America, why can’t you be more like Wichita?
A study recently released by the Brookings Institution revealed Wichita, Kansas to be a national leader in an important way. This is the home of Cessna, Hawker Beechcraft and Bombardier Learjet, among other manufacturers. Partly because of these companies, this city—which sells 28 percent of its gross metropolitan product outside the nation’s borders—is the U.S. municipality with the highest share of income from foreign sales.
Portland, Oregon and San Jose, California are also close. These cities manufacture, yes—but more significantly, they manufacture for export. They make products that foreigners want to buy. And it is worth considering just how much better our economic prospects would be if only a lot more U.S. cities could do the same.

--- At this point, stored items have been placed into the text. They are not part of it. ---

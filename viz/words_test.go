package viz

import (
	"bytes"
	"encoding/json"
	"os"
	"strings"
	"testing"

	"github.com/stretchr/testify/assert"
	"github.com/stretchr/testify/require"
)

func TestCSVNumbers(t *testing.T) {
	assert.Equal(t, "0", csvNumber(-0.0))
	assert.Equal(t, "0", csvNumber(-3e-14))
	assert.Equal(t, "50", csvNumber(50.00000000000001))
	assert.Equal(t, "1.234567891", csvNumber(1.2345678912345))
	sol, _ := solved(t)
	var buf bytes.Buffer
	require.NoError(t, WriteCSV(&buf, sol))
	assert.NotContains(t, buf.String(), ",-0,")
	assert.NotContains(t, buf.String(), ",-0\n")
	for _, cell := range strings.FieldsFunc(buf.String(), func(r rune) bool { return r == ',' || r == '\n' }) {
		assert.LessOrEqual(t, len(strings.TrimLeft(cell, "-0.")), 16, "cell %q", cell)
	}
}

// Power is called "power" in every output: the model key, the text
// header, the JSON key, the CSV column and the diagram label.
func TestPowerIsOneWord(t *testing.T) {
	sol, run := solved(t)
	var text, js, csvOut bytes.Buffer
	require.NoError(t, WriteText(&text, sol, run, ByFile))
	require.NoError(t, WriteJSON(&js, NewReport(sol.Net.Model, sol, run)))
	require.NoError(t, WriteCSV(&csvOut, sol))
	dot, err := DOT(sol, ColourMargin)
	require.NoError(t, err)
	assert.Contains(t, text.String(), "power [W]")
	assert.Contains(t, js.String(), `"power_W"`)
	assert.Contains(t, csvOut.String(), "power_W")
	assert.Contains(t, dot, `power 3 W`)
	for _, out := range []string{text.String(), js.String(), csvOut.String(), dot} {
		assert.NotContains(t, out, "heat input")
		assert.NotContains(t, out, "W in\\n")
	}
}

func TestJSONAlwaysHasLimitsAndMargin(t *testing.T) {
	sol, run := solved(t)
	var js bytes.Buffer
	require.NoError(t, WriteJSON(&js, NewReport(sol.Net.Model, sol, run)))
	var doc map[string]any
	require.NoError(t, json.Unmarshal(js.Bytes(), &doc))
	assert.Equal(t, []any{}, doc["limits_exceeded"])
	assert.Equal(t, 0.0, doc["required_margin_K"])
	require.Contains(t, doc, "breakdown")
	// A run without a solution has both keys too.
	js.Reset()
	require.NoError(t, WriteJSON(&js, NewReport(sol.Net.Model, nil, Run{})))
	doc = nil
	require.NoError(t, json.Unmarshal(js.Bytes(), &doc))
	assert.Equal(t, []any{}, doc["limits_exceeded"])
	assert.Contains(t, doc, "required_margin_K")
}

func TestNoNegativeZeroWatts(t *testing.T) {
	assert.Equal(t, "0 W", watts(-0.0))
	assert.Equal(t, "0 W", watts(-1e-12))
	assert.Equal(t, "0 W", watts(0))
	assert.Equal(t, "1.5 W", watts(1.5))
	assert.Equal(t, "+0.0", signed(-0.04))
}

func TestLinkKindsByLineStyle(t *testing.T) {
	sol, _ := solveText(t, "kinds.yaml", `
ambient: {temperature: 20 degC}
nodes:
  - {id: chip, power: 3 W}
  - {id: lid}
  - {id: shell}
links:
  - {id: pad, kind: conduction, from: chip, to: lid, conductivity: 3 W/m/K, area: 4 cm2, thickness: 1 mm}
  - {id: glow, kind: radiation, from: lid, to: shell, emissivity: 0.9, area: 0.02 m2}
  - {id: film, kind: convection, from: shell, coefficient: 10 W/m2/K, area: 0.05 m2}
`)
	dot, err := DOT(sol, ColourMargin)
	require.NoError(t, err)
	assert.Regexp(t, `"chip"->"lid"\[[^\]]*tooltip="pad \(conduction\)"`, dot)
	assert.NotRegexp(t, `"chip"->"lid"\[[^\]]*style=`, dot, "conduction is solid")
	assert.Regexp(t, `"lid"->"shell"\[[^\]]*style=dotted`, dot)
	assert.Regexp(t, `"shell"->"ambient"\[[^\]]*style=dashed`, dot)
	for _, words := range []string{"solid: conduction", "dashed: convection", "dotted: radiation"} {
		assert.Contains(t, dot, words)
	}
	assert.NotContains(t, dot, "moving air")
}

// Air drawn in at ambient carries no heat: the text report does not list
// it as a path ("0.000 W carried by the air ambient → …").
func TestTextLeavesOutEmptyAirPaths(t *testing.T) {
	data, err := os.ReadFile("../examples/heatsink-module.yaml")
	require.NoError(t, err)
	sol, run := solveText(t, "heatsink-module.yaml", string(data))
	var text bytes.Buffer
	require.NoError(t, WriteText(&text, sol, run, ByFile))
	assert.NotContains(t, text.String(), "0.000 W carried")
	assert.Contains(t, text.String(), "W carried by the air air-mid → air-out", "air that does carry heat is listed")
}

func TestSingularWords(t *testing.T) {
	assert.Equal(t, "the 1 limit holds", limitsHold(1))
	assert.Equal(t, "all 3 limits hold", limitsHold(3))
	assert.Equal(t, "1 node", countOf(1, "node"))
	assert.Equal(t, "2 nodes", countOf(2, "node"))
	sol, _ := solveText(t, "one.yaml", `
ambient: {temperature: 20 degC}
nodes:
  - {id: chip, power: 1 W, limit: 60 degC}
links:
  - {kind: lumped, from: chip, to: ambient, resistance: 10 K/W}
`)
	assert.Equal(t, "the 1 limit holds", Verdict(sol))
}
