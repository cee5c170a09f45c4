package viz

import (
	"fmt"
	"math"
)

// rgb is a colour with components in [0, 255].
type rgb struct{ r, g, b float64 }

func (c rgb) hex() string {
	return fmt.Sprintf("#%02x%02x%02x", int(math.Round(c.r)), int(math.Round(c.g)), int(math.Round(c.b)))
}

// luminance is the relative luminance of c (ITU-R BT.709 weights on
// linearised sRGB), used to choose a readable text colour.
func (c rgb) luminance() float64 {
	lin := func(v float64) float64 {
		v /= 255
		if v <= 0.04045 {
			return v / 12.92
		}
		return math.Pow((v+0.055)/1.055, 2.4)
	}
	return 0.2126*lin(c.r) + 0.7152*lin(c.g) + 0.0722*lin(c.b)
}

// stop is a colour at a position of a scale.
type stop struct {
	at float64
	c  rgb
}

// scale maps a number to a colour by linear interpolation between stops
// (sorted by position); values outside take the end colours.
type scale []stop

func (s scale) at(v float64) rgb {
	if v <= s[0].at {
		return s[0].c
	}
	for i := 1; i < len(s); i++ {
		if v <= s[i].at {
			a, b := s[i-1], s[i]
			t := (v - a.at) / (b.at - a.at)
			return rgb{a.c.r + t*(b.c.r-a.c.r), a.c.g + t*(b.c.g-a.c.g), a.c.b + t*(b.c.b-a.c.b)}
		}
	}
	return s[len(s)-1].c
}

// Our colours. The margin scale runs from a calm moss green (plenty of
// margin) through straw (a few kelvin) to rust and a deep oxblood (over the
// limit); the temperature scale from pale slate (ambient) through ochre to
// a dark aubergine (hottest).
var (
	marginScale = scale{
		{-10, rgb{0x6b, 0x12, 0x20}}, // oxblood
		{0, rgb{0xc0, 0x4a, 0x1f}},   // rust
		{5, rgb{0xe8, 0xc2, 0x5a}},   // straw
		{15, rgb{0xb9, 0xcf, 0x8f}},  // sage
		{30, rgb{0x4f, 0x7d, 0x5c}},  // moss
	}
	temperatureScale = scale{
		{0, rgb{0xdd, 0xe4, 0xea}},    // pale slate
		{0.35, rgb{0xf0, 0xd4, 0x8a}}, // sand
		{0.65, rgb{0xd0, 0x83, 0x3c}}, // ochre
		{1, rgb{0x4a, 0x1c, 0x3f}},    // aubergine
	}
	noLimitFill = rgb{0xf2, 0xf0, 0xeb} // warm paper, for nodes without a limit
	fixedFill   = rgb{0xd6, 0xe3, 0xf0} // cool blue-grey, for given temperatures
	edgeColour  = "#3d4852"
	airColour   = "#3b6ea5" // heat carried by moving air
)

// textOn returns a readable text colour on fill c.
func textOn(c rgb) string {
	if c.luminance() < 0.25 {
		return "#ffffff"
	}
	return "#1d1d1d"
}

For example, jobs would multiply. They would also be more stable. Right now, the problem is that U.S. employment is hostage to its own consumer spending—and this problem has long been with us. Even in the 1950s and 60s, we manufactured for ourselves. Later, U.S. consumers started looking elsewhere. A new way, a better way, would be for us to make products for consumers worldwide, wherever demand is flourishing.

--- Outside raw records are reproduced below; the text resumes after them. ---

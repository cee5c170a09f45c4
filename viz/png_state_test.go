package viz

import (
	"image"
	"testing"

	"github.com/fogleman/gg"
	"github.com/stretchr/testify/assert"
	"github.com/stretchr/testify/require"
)

// redPixels counts the strongly red pixels of img with x in [x0, x1).
func redPixels(img image.Image, x0, x1 int) int {
	n := 0
	b := img.Bounds()
	for y := b.Min.Y; y < b.Max.Y; y++ {
		for x := x0; x < x1; x++ {
			r, g, bl, _ := img.At(x, y).RGBA()
			if r > 0xc000 && g < 0x4000 && bl < 0x4000 {
				n++
			}
		}
	}
	return n
}

// Two identical squares outlined in red, drawn by two operation lists the
// way Graphviz writes two nodes: the first sets a line 3 points wide, the
// second says nothing about width. The second must be drawn 1 point wide:
// its outline has about a third of the first one's red pixels.
func TestPNGDrawingStateDoesNotCarryOver(t *testing.T) {
	p := &painter{
		dc:    gg.NewContext(200, 100),
		scale: 1,
		x:     func(x float64) float64 { return x },
		y:     func(y float64) float64 { return 100 - y },
	}
	p.dc.SetRGB(1, 1, 1)
	p.dc.Clear()
	require.NoError(t, p.paint("S 15 -setlinewidth(3) c 7 -#ff0000 p 4 20.5 20.5 80.5 20.5 80.5 80.5 20.5 80.5 "))
	require.NoError(t, p.paint("c 7 -#ff0000 p 4 120.5 20.5 180.5 20.5 180.5 80.5 120.5 80.5 "))
	thick, thin := redPixels(p.dc.Image(), 0, 100), redPixels(p.dc.Image(), 100, 200)
	require.Greater(t, thin, 0)
	ratio := float64(thick) / float64(thin)
	assert.InDelta(t, 3, ratio, 0.6, "thick %d, thin %d red pixels", thick, thin)

	// The same with a dashed style: a later list is solid again.
	p.dc.SetRGB(1, 1, 1)
	p.dc.Clear()
	require.NoError(t, p.paint("S 6 -dashed c 7 -#ff0000 p 4 20.5 20.5 80.5 20.5 80.5 80.5 20.5 80.5 "))
	require.NoError(t, p.paint("c 7 -#ff0000 p 4 120.5 20.5 180.5 20.5 180.5 80.5 120.5 80.5 "))
	dashed, solid := redPixels(p.dc.Image(), 0, 100), redPixels(p.dc.Image(), 100, 200)
	assert.Less(t, float64(dashed), 0.8*float64(solid), "dashed %d, solid %d", dashed, solid)
}

// Dotted lines are drawn apart from dashed ones: fewer red pixels.
func TestPNGDottedIsNotDashed(t *testing.T) {
	count := func(style string) int {
		p := &painter{dc: gg.NewContext(200, 40), scale: 1,
			x: func(x float64) float64 { return x }, y: func(y float64) float64 { return 40 - y }}
		p.dc.SetRGB(1, 1, 1)
		p.dc.Clear()
		require.NoError(t, p.paint("S 6 -"+style+" S 15 -setlinewidth(2) c 7 -#ff0000 L 2 10.5 20.5 190.5 20.5 "))
		return redPixels(p.dc.Image(), 0, 200)
	}
	solid, dashed, dotted := count("solid"), count("dashed"), count("dotted")
	assert.Less(t, dashed, solid)
	assert.Less(t, dotted, dashed)
	assert.Greater(t, dotted, 0)
}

So why don’t we do this? That is, why don’t we manufacture for export more than we do? Many see reasons in our contemporary culture, such as a bias against manufacturing and a mindset that disfavors this kind of work. Maybe. But a recent “Financial Times” article citing the Brookings study also cited an underappreciated reason why our economy is so driven by domestic spending. That reason is our tax system.
Home-grown manufacturing needs home-grown capital. We do not foster this. Rather, we tax income as opposed to consumption. We give little incentive to savings, but (through the mortgage interest deduction, for example) we do encourage debt. We have a system that not only erodes capital, but also sends it shopping.
A tax system seeing America as an export-driven manufacturer would look very different. It might feature a value-added tax instead of an income tax, for example. Here, though, hope falters. To many, such a proposal is incendiary—not because a value-added tax wouldn’t make sense in context, but because Congress would have to provide that context. What if lawmakers didn’t go all the way? Instead of a transformation, we might get a mess in which part of the new tax is added, but the old tax doesn’t go away.
Still, big changes—including changes for the better—have tended to come out of extreme times. That might be the silver lining of these times today. The different economy, the manufacturing export economy, might become more plausible as the alternatives increasingly fail. What is unquestionably plausible is America’s fitness for such an economy. We have the resources, population and knowledge to make what the world wants, not to mention the geographic access to shipping lanes. Producing high-value goods for foreign buyers should be the future for the United States, and perhaps it inevitably will be the future.